from __future__ import annotations

from dataclasses import dataclass

import numpy as np

from picker.core.conditional import (
    BOUND_CHUNK,
    Tally,
    bound_chunk,
    conditional_counts,
    integrated_codes,
)
from picker.core.montecarlo import Simulation, count_passing
from picker.core.pilot import pilot_estimates
from picker.core.sampling import Rows, head, normal_quantile
from picker.core.screen import select_for_montecarlo
from picker.core.search import Designs

#: At most this many times m designs are Monte Carlo checked.
TOP_UP_CAP = 20


def rank_order(passed: np.ndarray, f_nominal: np.ndarray, target: float) -> np.ndarray:
    """Monte Carlo yield first, then |nominal error|, then the search order."""
    err = np.abs(np.log(f_nominal / target))
    return np.lexsort((np.arange(len(passed)), err, -passed))


def monte_carlo_rank(
    sim: Simulation,
    designs: Designs,
    u: Rows,
    *,
    m: int,
    top: int,
    target: float,
) -> tuple[np.ndarray, np.ndarray, np.ndarray]:
    """Rank designs by Monte Carlo yield.

    Returns
    -------
    checked : (k,) int, indices into ``designs`` that were Monte Carlo checked,
        in rank order (best first).
    passed : (k,) int, passing boards of each, same order.
    screen : (k,) float, screen yield of each, same order.
    """
    n = u.shape[0]
    order, screen = select_for_montecarlo(sim, designs, len(designs))
    checked = np.zeros(len(designs), dtype=bool)
    passed = np.zeros(len(designs), dtype=np.int64)
    first = order[:m]
    passed[first] = count_passing(sim, designs.take(first), u)
    checked[first] = True
    cap = min(len(designs), TOP_UP_CAP * m)
    while checked.sum() < cap:
        idx = np.flatnonzero(checked)
        y = passed[idx] / n
        se = np.sqrt(np.maximum(y * (1 - y), 1.0 / n) / n)
        delta = float(np.max(np.abs(screen[idx] - y) + 4 * se))
        y_n = np.sort(y)[::-1][min(top, len(y)) - 1]
        rest = order[~checked[order]]
        more = rest[screen[rest] >= y_n - delta]
        if len(more) == 0:
            break
        more = more[: cap - int(checked.sum())]
        passed[more] = count_passing(sim, designs.take(more), u)
        checked[more] = True
    idx = np.flatnonzero(checked)
    ranked = idx[rank_order(passed[idx], designs.f_nominal[idx], target)]
    return ranked, passed[ranked], screen[ranked]


def estimate_order(mean: np.ndarray, f_nominal: np.ndarray, target: float) -> np.ndarray:
    """Yield estimate first (descending), then |nominal error|, then the given order."""
    err = np.abs(np.log(f_nominal / target))
    return np.lexsort((np.arange(len(mean)), err, -mean))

· · · · · · ·

**Problem requirements:** Please give the data again in full, exactly as written.

**Response for this exercise:**
from __future__ import annotations

from dataclasses import dataclass

import numpy as np

from picker.core.conditional import (
    BOUND_CHUNK,
    Tally,
    bound_chunk,
    conditional_counts,
    integrated_codes,
)
from picker.core.montecarlo import Simulation, count_passing
from picker.core.pilot import pilot_estimates
from picker.core.sampling import Rows, head, normal_quantile
from picker.core.screen import select_for_montecarlo
from picker.core.search import Designs

#: At most this many times m designs are Monte Carlo checked.
TOP_UP_CAP = 20


def rank_order(passed: np.ndarray, f_nominal: np.ndarray, target: float) -> np.ndarray:
    """Monte Carlo yield first, then |nominal error|, then the search order."""
    err = np.abs(np.log(f_nominal / target))
    return np.lexsort((np.arange(len(passed)), err, -passed))


def monte_carlo_rank(
    sim: Simulation,
    designs: Designs,
    u: Rows,
    *,
    m: int,
    top: int,
    target: float,
) -> tuple[np.ndarray, np.ndarray, np.ndarray]:
    """Rank designs by Monte Carlo yield.

    Returns
    -------
    checked : (k,) int, indices into ``designs`` that were Monte Carlo checked,
        in rank order (best first).
    passed : (k,) int, passing boards of each, same order.
    screen : (k,) float, screen yield of each, same order.
    """
    n = u.shape[0]
    order, screen = select_for_montecarlo(sim, designs, len(designs))
    checked = np.zeros(len(designs), dtype=bool)
    passed = np.zeros(len(designs), dtype=np.int64)
    first = order[:m]
    passed[first] = count_passing(sim, designs.take(first), u)
    checked[first] = True
    cap = min(len(designs), TOP_UP_CAP * m)
    while checked.sum() < cap:
        idx = np.flatnonzero(checked)
        y = passed[idx] / n
        se = np.sqrt(np.maximum(y * (1 - y), 1.0 / n) / n)
        delta = float(np.max(np.abs(screen[idx] - y) + 4 * se))
        y_n = np.sort(y)[::-1][min(top, len(y)) - 1]
        rest = order[~checked[order]]
        more = rest[screen[rest] >= y_n - delta]
        if len(more) == 0:
            break
        more = more[: cap - int(checked.sum())]
        passed[more] = count_passing(sim, designs.take(more), u)
        checked[more] = True
    idx = np.flatnonzero(checked)
    ranked = idx[rank_order(passed[idx], designs.f_nominal[idx], target)]
    return ranked, passed[ranked], screen[ranked]


def estimate_order(mean: np.ndarray, f_nominal: np.ndarray, target: float) -> np.ndarray:
    """Yield estimate first (descending), then |nominal error|, then the given order."""
    err = np.abs(np.log(f_nominal / target))
    return np.lexsort((np.arange(len(mean)), err, -mean))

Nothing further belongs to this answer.